O indie rock de Adam Granduciel, ora com toadas quase psicadélicas ora na sua raiz de recheio americana, estava de volta depois de algumas aparições nos anos anteriores em outros festivais portugueses, desta feita para uma nova aclamação muito devida ao novo A Deeper Understanding, de 2017 – tendo em conta os seus quatro discos, o concerto seria dividido apenas entre os temas deste e do seu antecessor, Lost In The Dream. O pontapé de saída deu-se com “Burning”», evidenciando logo as notáveis influências de Bruce Springsteen e Bob Dylan, umas mais musicais outras mais vocais, logo seguida por “Pain”, um dos mais recentes singles, e o seu jeito de balada auspiciosa. De “An Ocean In Between The Waves” a “Red Eyes”, por exemplo, também sobressai o gosto honesto do líder da banda pela guitarra, alcançado quiçá territórios britânicos e aproximando-o também de um Mark Knopfler e os seus Dire Straits, ora puxando-o para terrenos americanos e alcançando um Neil Young. Entre “Strangest Thing”, “Knocked Down” ou “Under The Pressure” permaneceu aquela atmosfera positiva, quase esperançosa, em que havendo ou não remedeio para a intensa chuva que se fazia sentir, o importante era sentir a música e deixarmo-nos transportar para locais só nossos.

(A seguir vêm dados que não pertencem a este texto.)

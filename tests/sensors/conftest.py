"""What the tests of sensors share: a sea of closed forms, and small grids of the seabed on disk."""

from __future__ import annotations

import numpy as np
import pytest
import xarray as xr

from ocean_sound.grids import open_bathymetry
from ocean_sound.profile import Profile
from ocean_sound.sensors.losses import LossSettings, compute_losses
from ocean_sound.sensors.waters import Member

ALPHA = 1e-3  # dB/m


def spherical(section, *, source_depth, frequency, ranges, depths, **_):
    """Spherical spreading and absorption: what water of one speed without boundaries does to sound."""
    slant = np.hypot(np.asarray(ranges)[:, None], np.asarray(depths)[None, :] - source_depth)
    return 20.0 * np.log10(slant) + ALPHA * slant


@pytest.fixture
def still():
    """Water of one speed."""
    return Member("still", (Profile([0.0, 100.0], [1500.0, 1500.0], id="still"),))


@pytest.fixture
def losses_of(still):
    """Losses of closed form around sites over 100 m of water."""

    def compute(sites, *, folder=None, members=None, bathymetry=100.0, engine=spherical, scheduler=None, **settings):
        grid = {"frequency": 12e3, "max_range": 10e3, "depths": np.linspace(0.0, 90.0, 10), "bearings": 24,
                "ranges": 100, "kind": None, **settings}  # fmt: skip
        return compute_losses(
            sites, members or [still], settings=LossSettings(**grid), bathymetry=bathymetry, folder=folder,
            engine=engine, scheduler=scheduler,
        )  # fmt: skip

    return compute


@pytest.fixture
def bathymetry_file(tmp_path):
    """A function that writes heights from a formula of latitude and longitude, and opens them."""

    def write(height, latitude, longitude, name="seabed.nc"):
        lat, lon = np.meshgrid(latitude, longitude, indexing="ij")
        path = tmp_path / name
        xr.Dataset(
            {"z": (("lat", "lon"), np.broadcast_to(height(lat, lon), lat.shape), {"units": "m", "positive": "up"})},
            {
                "lat": ("lat", latitude, {"units": "degrees_north"}),
                "lon": ("lon", longitude, {"units": "degrees_east"}),
            },
        ).to_netcdf(path)
        return open_bathymetry(path)

    return write
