@pytest.mark.parametrize("distance", [0.0, 0.01, 0.29, 0.31, 5.0])
def test_rays_that_are_nearly_straight_up(distance):
    """On both sides of where the first terms of a steep ray are enough (0.3 m here)."""
    rays = Direct(BENT, 400.0, 100.0).at([distance])
    distance = max(distance, 1e-3)
    assert rays.time[0] == pytest.approx(bent_time(distance, 400.0, 100.0), abs=1e-11)
    step = 1e-3
    along = bent_time(distance + step, 400.0, 100.0) - bent_time(distance - step, 400.0, 100.0)
    assert rays.along[0] == pytest.approx(along / (2 * step), abs=2e-10)
    # an error of the speed in proportion to it makes the time shorter by the same part
    speeds = Direct(BENT, 400.0, 100.0).column.speed
    assert float(rays.by_level[0] @ speeds) == pytest.approx(-rays.time[0], rel=1e-6)


def test_ranging_wants_a_profile():
    section = Section.from_profile(STILL, max_range=1000.0)
    with pytest.raises(InputError, match="water is a Section: ranging takes one profile"):
        travel_times(section, source_depth=1.0, receiver_depth=2.0, ranges=[1.0])
    with pytest.raises(InputError, match="receiver depth is 900 m: 0 to 300 m, within the profile"):
        travel_times(STILL, source_depth=1.0, receiver_depth=900.0, ranges=[1.0])


def test_uncertainty_that_is_not_known_matters_only_where_sound_goes():
    water = Profile([0.0, 50.0, 100.0, 300.0], [1500.0] * 4, [0.3, 0.3, 0.3, np.nan])
    above, below = (
        travel_times(water, source_depth=20.0, receiver_depth=depth, ranges=[500.0]) for depth in (90.0, 200.0)
    )
    assert float(above["travel_time_uncertainty"][0]) == pytest.approx(float(above["travel_time"][0]) * 0.3 / 1500.0)
    assert np.isnan(below["travel_time_uncertainty"][0])


def test_no_direct_ray_in_the_shadow():
    # circles about a centre C1/G above the surface: the last ray between 100 m and 400 m turns on the seabed
    last = sum(math.sqrt((C1 / G + 600.0) ** 2 - (C1 / G + z) ** 2) for z in (100.0, 400.0))
    found = travel_times(BENT, source_depth=100.0, receiver_depth=400.0, ranges=[0.999 * last, 1.001 * last])
    assert np.isfinite(found["travel_time"]).values.tolist() == [True, False]
    with pytest.raises(InputError, match="no direct ray takes so long, sound comes by surface or seabed alone"):
        ranges_from_times(BENT, 20.0, source_depth=100.0, receiver_depth=400.0, timing=PLAIN)


def test_tables_agree_with_rays():
    direct = Direct(BENT, 100.0, 400.0)
    table = Tabulated(direct, 10_000.0, tolerance=1e-7)
    x = np.linspace(3.0, 9900.0, 700)
    found = table.at(x)
    lit = np.isfinite(found.time)
    np.testing.assert_allclose(found.time[lit], bent_time(x, 100.0, 400.0)[lit], atol=2e-7)
    last = sum(math.sqrt((C1 / G + 600.0) ** 2 - (C1 / G + z) ** 2) for z in (100.0, 400.0))
    assert np.array_equal(lit, x < last)
    assert table.held.sum() < 200


@pytest.mark.parametrize(("latitude", "longitude"), [(32.0, -64.0), (-18.0, 179.995)])
def test_place_in_one_gradient(latitude, longitude):
    """Times by the closed form, over geodesics; also across the date line."""
    sites = around(4, 2500.0, 590.0, latitude=latitude, longitude=longitude)
    lon, lat, _ = GEOD.fwd(longitude, latitude, 200.0, 900.0)
    times = bent_time(distances(sites, lat, lon), 590.0, 10.0)
    found = locate(BENT, sites, PLAIN.measured(times), target_depth=10.0, timing=PLAIN).isel(fix=0)
    assert GEOD.inv(lon, lat, float(found["longitude"]), float(found["latitude"]))[2] < 1e-4
    assert float(found["misfit"]) < 1e-6
    assert not found["ambiguous"]


def test_place_with_unknown_clock_and_depth():
    sites = [*around(5, 2500.0, 590.0), Site("middle", 32.0, -64.0, 300.0)]
    lon, lat, _ = GEOD.fwd(-64.0, 32.0, 200.0, 900.0)
    depths = np.array([site.depth for site in sites])
    times = bent_time(distances(sites, lat, lon), depths, 130.0) + 2.75
    found = locate(BENT, sites, times, target_depth=60.0, timing=PLAIN, unknown_offset=True, unknown_depth=True).isel(
        fix=0
    )
    assert GEOD.inv(lon, lat, float(found["longitude"]), float(found["latitude"]))[2] < 1e-3
    assert float(found["clock_offset"]) == pytest.approx(2.75, abs=1e-6)
    assert float(found["target_depth"]) == pytest.approx(130.0, abs=5e-3)
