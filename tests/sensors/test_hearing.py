"""The sonar equation, joint detection, telemetry and range tests against closed forms and enumeration."""

from __future__ import annotations

import itertools

import numpy as np
import pytest
from hypothesis import given
from hypothesis import strategies as st
from scipy.optimize import brentq
from scipy.stats import multivariate_normal, norm

from ocean_sound.errors import InputError
from ocean_sound.sensors.hearing import Receiver, detection_probability, detection_range, signal_excess
from ocean_sound.sensors.range_test import fit_range_test
from ocean_sound.sensors.telemetry import code_probability, codes_needed, no_collision
from ocean_sound.sensors.together import at_least


def test_range_is_that_of_the_closed_form():
    """20 log r + a r = allowed loss, solved apart."""
    receiver = Receiver(detection_threshold=10.0, bandwidth=1000.0, directivity_index=3.0)
    level = {"source_level": 160.0, "noise_spectrum_level": 45.0}
    r = np.linspace(100.0, 30_000.0, 5001)
    excess = signal_excess(20 * np.log10(r) + 1e-3 * r, receiver=receiver, **level)
    reach = detection_range(r, detection_probability(excess))
    allowed = 160.0 - (45.0 + 30.0) + 3.0 - 10.0
    expected = brentq(lambda x: 20 * np.log10(x) + 1e-3 * x - allowed, 10.0, 1e5)
    assert reach.unbroken == pytest.approx(expected, rel=1e-3)
    assert reach.unbroken == reach.farthest
    assert not reach.cut


def test_own_noise_adds_as_power_and_is_not_reduced_by_directivity():
    receiver = Receiver(detection_threshold=0.0, bandwidth=1.0, directivity_index=10.0, self_noise=40.0)
    assert receiver.noise_level(50.0) == pytest.approx(40.0 + 10 * np.log10(2.0))


def test_convergence_zones_are_kept_apart():
    r = np.arange(1.0, 101.0)
    p = np.where(r <= 10, 0.9, np.where((r >= 60) & (r <= 70), 0.8, 0.0))
    reach = detection_range(r, p)
    assert 10.0 < reach.unbroken < 11.0
    assert 70.0 < reach.farthest < 71.0
    assert 0.25 < reach.share < 0.35


def enumerated(probabilities, most):
    totals = np.zeros(most)
    for heard in itertools.product([0, 1], repeat=len(probabilities)):
        chance = np.prod([p if yes else 1 - p for yes, p in zip(heard, probabilities, strict=True)])
        totals[: min(sum(heard), most)] += chance
    return totals


@given(st.lists(st.floats(-20.0, 20.0), min_size=1, max_size=6), st.integers(1, 5))
def test_independent_sensors_by_enumeration(excess, most):
    found = at_least(np.array(excess), most=most, fluctuation=6.0)
    assert found == pytest.approx(enumerated(norm.cdf(np.array(excess) / 6.0), most), abs=1e-12)


@pytest.mark.parametrize("correlation", [0.2, 0.5, 0.8])
def test_correlated_sensors_by_the_multivariate_normal(correlation):
    excess, sigma = np.array([3.0, -4.0, 1.0]), 6.0
    covariance = sigma**2 * (correlation * np.ones((3, 3)) + (1 - correlation) * np.eye(3))
    # all three: every excess plus its fluctuation above 0; none: all below
    everyone = multivariate_normal(cov=covariance).cdf(excess, rng=np.random.default_rng(0))
    nobody = multivariate_normal(cov=covariance).cdf(-excess, rng=np.random.default_rng(0))
    found = at_least(excess, most=3, fluctuation=sigma, correlation=correlation)
    assert found[0] == pytest.approx(1 - nobody, abs=2e-4)
    assert found[2] == pytest.approx(everyone, abs=2e-4)


@given(st.lists(st.floats(-15.0, 15.0), min_size=2, max_size=6), st.floats(0.0, 1.0))
def test_more_sensors_at_once_are_never_likelier(excess, correlation):
    found = at_least(np.array(excess), fluctuation=5.0, correlation=correlation)
    assert np.all(np.diff(found) <= 1e-12)
    assert np.all((found >= 0.0) & (found <= 1.0))


def test_as_one_or_without_fluctuation():
    excess = np.array([3.0, -2.0, np.nan])
    assert at_least(excess, most=3, fluctuation=6.0, correlation=1.0) == pytest.approx(
        [norm.cdf(0.5), norm.cdf(-1 / 3), 0.0]
    )
    assert at_least(excess, most=2, fluctuation=0.0).tolist() == [1.0, 0.0]


def test_a_code_arrives_whole():
    assert code_probability(4.0, pulses=5, fluctuation=5.0) == pytest.approx(norm.cdf(0.8) ** 5)
    assert code_probability(4.0, pulses=5, fluctuation=5.0, correlation=1.0) == pytest.approx(norm.cdf(0.8))


def test_collisions_by_simulation():
    rng = np.random.default_rng(3)
    duration, interval, others = 3.0, 90.0, 6
    starts = rng.uniform(0.0, interval, (200_000, others))
    alone = np.mean(np.all(np.abs(starts - interval / 2) > duration, axis=1))
    assert no_collision(others + 1, duration=duration, interval=interval) == pytest.approx(alone, abs=0.005)


def test_codes_needed_by_the_geometric_distribution():
    count = codes_needed(0.2, confidence=0.9)
    assert 1 - 0.8**count >= 0.9 > 1 - 0.8 ** (count - 1)


def test_range_test_finds_what_made_it_within_its_uncertainty():
    rng = np.random.default_rng(11)
    loss, trials = np.linspace(50.0, 80.0, 9), np.full(9, 60)
    errors = []
    for _ in range(300):
        heard = rng.binomial(trials, norm.cdf((66.0 - loss) / 5.0))
        test = fit_range_test(loss, heard, trials)
        plain = np.sqrt(max(test.overdispersion, 1.0))
        errors.append(
            [
                (test.allowed_loss - 66.0) / (test.allowed_loss_uncertainty / plain),
                (test.fluctuation - 5.0) / (test.fluctuation_uncertainty / plain),
            ]
        )
    assert np.mean(errors, axis=0) == pytest.approx([0.0, 0.0], abs=0.3)
    assert np.std(errors, axis=0) == pytest.approx([1.0, 1.0], abs=0.15)


@pytest.mark.parametrize(
    ("call", "words"),
    [
        (lambda: Receiver(8.0, 0.0), "bandwidth of the receiver is 0 Hz"),
        (lambda: Receiver(np.nan, 100.0), "detection_threshold of the receiver is nan"),
        (lambda: detection_probability(0.0, fluctuation=-1.0), "fluctuation is -1"),
        (lambda: detection_range([1.0, 2.0], [0.5]), "2 ranges and 1 probabilities"),
        (lambda: detection_range([1.0, 2.0], [0.5, 0.4], level=1.0), "level is 1"),
        (lambda: at_least([], fluctuation=6.0), "no sensor is given"),
        (lambda: at_least([1.0], fluctuation=6.0, correlation=2.0), "correlation is 2"),
        (lambda: no_collision(3, duration=60.0, interval=90.0), "twice the duration"),
        (lambda: code_probability(1.0, pulses=0, fluctuation=6.0), "0 pulses"),
        (lambda: codes_needed(0.0), "both between 0 and 1"),
        (lambda: fit_range_test([60.0, 70.0], [1, 0], [2, 2]), "2 distances"),
        (lambda: fit_range_test([60.0, 70.0, 80.0], [5, 3, 4], [4, 4, 4]), "place 1: loss 60 dB, 5 heard of 4"),
        (lambda: fit_range_test([60.0, 70.0, 80.0], [4, 4, 4], [4, 4, 4]), "12 of 12 signals were heard"),
        (lambda: fit_range_test([60.0, 70.0, 80.0], [4, 4, 0], [4, 4, 4]), "tells no spread"),
        (lambda: fit_range_test([60.0, 70.0, 80.0], [1, 2, 3], [4, 4, 4]), "not heard less often"),
    ],
)
def test_bad_input(call, words):
    with pytest.raises(InputError, match=words):
        call()
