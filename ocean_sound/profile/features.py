"""What a profile will do to sound, in a few numbers: layers, ducts, the deep channel, gradients and mean speeds.

A maximum or minimum counts only if the speed swings by at least the *prominence* on its way to the next one: the noise
of a cast, a few cm/s from level to level, then makes no layers. The default of 0.1 m/s is several times that noise, and
is what an isothermal layer of 6 m builds up by pressure alone (0.016 /s): smaller layers carry no sound of interest.
"""

from __future__ import annotations

from dataclasses import asdict, dataclass, field, fields
from typing import TYPE_CHECKING, Any

import numpy as np

from ..errors import InputError

if TYPE_CHECKING:
    import xarray
    from numpy.typing import NDArray

    from .profile import Profile

DEFAULT_PROMINENCE = 0.1  # m/s; see above
SURFACE_REACH = 50.0  # m: water this near to the surface is taken to say what the surface is like
BELOW_LAYER_THICKNESS = 100.0  # m below the sonic layer over which its lower gradient is taken (common practice)
STEEPEST_WINDOW = 5.0  # m over which the steepest gradient is taken, so that it is not that of two noisy levels


def _measured(units: str, long_name: str) -> Any:
    """A number that every profile has."""
    return field(metadata={"units": units, "long_name": long_name})


def _number(units: str, long_name: str) -> Any:
    """A number that is None where the feature does not exist."""
    return field(default=None, metadata={"units": units, "long_name": long_name})


@dataclass(frozen=True)
class Duct:
    """A depth range that can hold sound: a speed minimum between faster water, or under the surface.

    Examples
    --------
    >>> from ocean_sound.profile import Profile
    >>> Profile([0, 500, 1000], [1510, 1490, 1505]).features().ducts[0]
    Duct(axis_depth=500.0, axis_speed=1490.0, top=125.0, bottom=1000.0, edge_speed=1505.0)
    """

    axis_depth: float = _measured("m", "depth of the slowest water in the duct")
    axis_speed: float = _measured("m s-1", "sound speed on the axis of the duct")
    top: float = _measured("m", "depth of the upper edge of the duct")
    bottom: float = _measured("m", "depth of the lower edge of the duct")
    edge_speed: float = _measured("m s-1", "sound speed at the edge of the duct")

    @property
    def strength(self) -> float:
        """How much faster than the axis the water at the edge is, m/s."""
        return self.edge_speed - self.axis_speed


@dataclass(frozen=True, kw_only=True)
class Features:
    """The features of a sound-speed profile; a number is None where the feature does not exist, and `notes` says why.

    Parameters
    ----------
    profile_id : str
        The name of the cast.
    prominence : float
        The least swing of speed, m/s, that made a maximum or minimum count.
    deepest_depth, deepest_speed : float
        Depth, m, and speed, m/s, at the deepest level.
    surface_speed : float or None
        Speed at the surface, m/s.
    mean_speed, harmonic_mean_speed : float
        From the surface (or the first level, if it lies too deep to speak for the surface) to the deepest level, m/s.
    sonic_layer_depth, sonic_layer_speed : float or None
        The first maximum of speed from the surface down: depth, m, and speed, m/s. Depth 0 where the surface itself is
        the maximum; None where the speed grows all the way down.
    in_layer_gradient : float or None
        Mean gradient from the surface to the sonic layer depth, 1/s.
    below_layer_gradient : float or None
        Mean gradient over the 100 m below the sonic layer depth, or down to the deepest level, 1/s.
    duct_cutoff_frequency : float or None
        The lowest frequency that the surface duct (there is one if the sonic layer depth is above 0) traps, Hz.
    axis_depth, axis_speed : float or None
        The axis of the deep sound channel: depth, m, and speed, m/s. Of all minima the one whose duct traps most sound;
        at depth 0 where the speed grows downward from the surface (the polar half-channel).
    conjugate_depth : float or None
        The depth above the axis that has the speed of the deepest level, m.
    critical_depth : float or None
        The depth below the axis where the greatest speed above the axis is reached again, m.
    depth_excess : float or None
        Seabed depth less critical depth, m; needs `seabed_depth`.
    steepest_gradient, steepest_gradient_depth : float
        The largest gradient by size over 5 m, 1/s, positive where speed grows downward, and its middle depth, m: the
        thermocline, where there is one.
    ducts : tuple of Duct
        Every duct, from the surface down.
    notes : tuple of str
        Why a feature does not exist, and what was assumed; one line each.

    Notes
    -----
    The cutoff is that of the first mode in a layer of thickness H and constant gradient g under a pressure-release
    surface, by the phase integral (n - 1/4) pi with n = 1: f = (9/16) c sqrt(c / (2 g)) H^(-3/2), with the gradient and
    speed of this layer. It is the textbook form (Urick, Principles of Underwater Sound; from memory), 1 % below the
    exact root of the Airy function. A few times this frequency is needed for good trapping (common practice).

    Examples
    --------
    >>> from ocean_sound.profile import Profile
    >>> profile = Profile([0, 100, 200, 1000, 4500], [1500, 1501.5, 1490, 1480, 1523])
    >>> features = profile.features(seabed_depth=4600)
    >>> features.sonic_layer_depth, features.axis_depth, features.critical_depth, features.depth_excess
    (100.0, 1000.0, 2750.0, 1850.0)
    >>> round(features.duct_cutoff_frequency)
    189
    """

    profile_id: str
    prominence: float
    surface_speed: float | None = _number("m s-1", "sound speed at the surface")
    sonic_layer_depth: float | None = _number("m", "sonic layer depth")
    sonic_layer_speed: float | None = _number("m s-1", "sound speed at the sonic layer depth")
    in_layer_gradient: float | None = _number("s-1", "sound-speed gradient in the sonic layer")
    below_layer_gradient: float | None = _number("s-1", "sound-speed gradient below the sonic layer")
    duct_cutoff_frequency: float | None = _number("Hz", "low-frequency cutoff of the surface duct")
    steepest_gradient: float = _measured("s-1", "steepest sound-speed gradient")
    steepest_gradient_depth: float = _measured("m", "depth of the steepest gradient")
    axis_depth: float | None = _number("m", "depth of the deep-channel axis")
    axis_speed: float | None = _number("m s-1", "sound speed on the deep-channel axis")
    conjugate_depth: float | None = _number("m", "conjugate depth of the deepest level")
    critical_depth: float | None = _number("m", "critical depth")
    depth_excess: float | None = _number("m", "depth excess")
    deepest_depth: float = _measured("m", "depth of the deepest level")
    deepest_speed: float = _measured("m s-1", "sound speed at the deepest level")
    mean_speed: float = _measured("m s-1", "depth-averaged sound speed")
    harmonic_mean_speed: float = _measured("m s-1", "harmonic mean sound speed")
    ducts: tuple[Duct, ...] = ()
    notes: tuple[str, ...] = ()

    def to_dict(self) -> dict[str, Any]:
        """The features as plain Python values, ready for JSON; None where a feature does not exist.

        Examples
        --------
        >>> from ocean_sound.profile import Profile
        >>> Profile([0, 100], [1500, 1490]).features().to_dict()["sonic_layer_depth"]
        0.0
        """
        plain = asdict(self)
        plain["ducts"] = [{**asdict(duct), "strength": duct.strength} for duct in self.ducts]
        plain["notes"] = list(self.notes)
        return plain

    def lines(self) -> list[str]:
        """The features in lines for people, from the surface down; then the notes.

        Examples
        --------
        >>> from ocean_sound.profile import Profile
        >>> print(Profile([0, 100], [1500, 1490]).features().lines()[0])
        sound speed at the surface                   1500.00 m/s
        """
        rows = [
            (entry.metadata["long_name"], _written(getattr(self, entry.name), entry.metadata["units"]))
            for entry in fields(self)
            if entry.metadata and getattr(self, entry.name) is not None
        ]
        found = [f"{name:<44} {value}" for name, value in rows]
        found += [
            f"duct {number:<39} {duct.top:.0f} to {duct.bottom:.0f} m, {duct.strength:.2f} m/s slower on its axis at "
            f"{duct.axis_depth:.0f} m"
            for number, duct in enumerate(self.ducts, 1)
        ]
        return [*found, *self.notes]

    def to_dataset(self) -> xarray.Dataset:
        """The features as a dataset of scalars, and the ducts on a dimension `duct`; NaN where one does not exist.

        Examples
        --------
        >>> from ocean_sound.profile import Profile
        >>> dataset = Profile([0, 100], [1500, 1490]).features().to_dataset()
        >>> float(dataset["deepest_depth"]), dataset["deepest_depth"].attrs["units"]
        (100.0, 'm')
        """
        import xarray as xr

        variables: dict[str, Any] = {}
        for entry in fields(self):
            if entry.metadata:
                value = getattr(self, entry.name)
                variables[entry.name] = ((), np.nan if value is None else value, dict(entry.metadata))
        for entry in fields(Duct):
            column = np.array([getattr(duct, entry.name) for duct in self.ducts], dtype=np.float64)
            variables[f"duct_{entry.name}"] = ("duct", column, dict(entry.metadata))
        attributes: dict[str, Any] = {"cast_id": self.profile_id, "prominence": self.prominence}
        if self.notes:
            attributes["notes"] = "\n".join(self.notes)
        return xr.Dataset(variables, attrs=attributes)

A viagem final foi proporcionada por Mogwai no Palco NOS, para acabar com todas as poucas energias que ainda restassem. A banda escocesa, das mais influentes dentro do género post-rock e com uma existência já a ultrapassar as duas décadas, percorreu quase a totalidade da sua discografia, desde “Mogwai Fear Satan” do seu primeiro registo de 1997, Young Team, atravessando Rock Action (2001) com “2 Rights Make 1 Wrong” e The Hawk Is Howling (2008) com “I’m Jim Morrison, I’m Dead”, e, eventualmente, aproveitando para apresentar o mais recente Every Country’s Sun através de “Party In The Dark” ou “Old Poisons”.

O som expansivo e introspectivo da banda, equilibrado entre momentos de real peso carregado de distorção – chegaram a sentir-se as vibrações de três guitarras ao mesmo tempo! – com instantes mais calmos que pediam para fechar os olhos e sentir as gotas que pingavam na face, revelou-se como a escolha mais que indicada para fechar com chave de ouro o que fora uma verdadeira montanha-russa emocional – tanto de dia como de festival.

Se teríamos dispensado a chuva? Claro que sim. Se sem chuva alguns concertos se tornariam tão memoráveis? Fica a questão. Optemos assim, agora já no calor do lar, por desejar que a próxima edição seja igualmente marcante, como tantas vezes já o têm sido.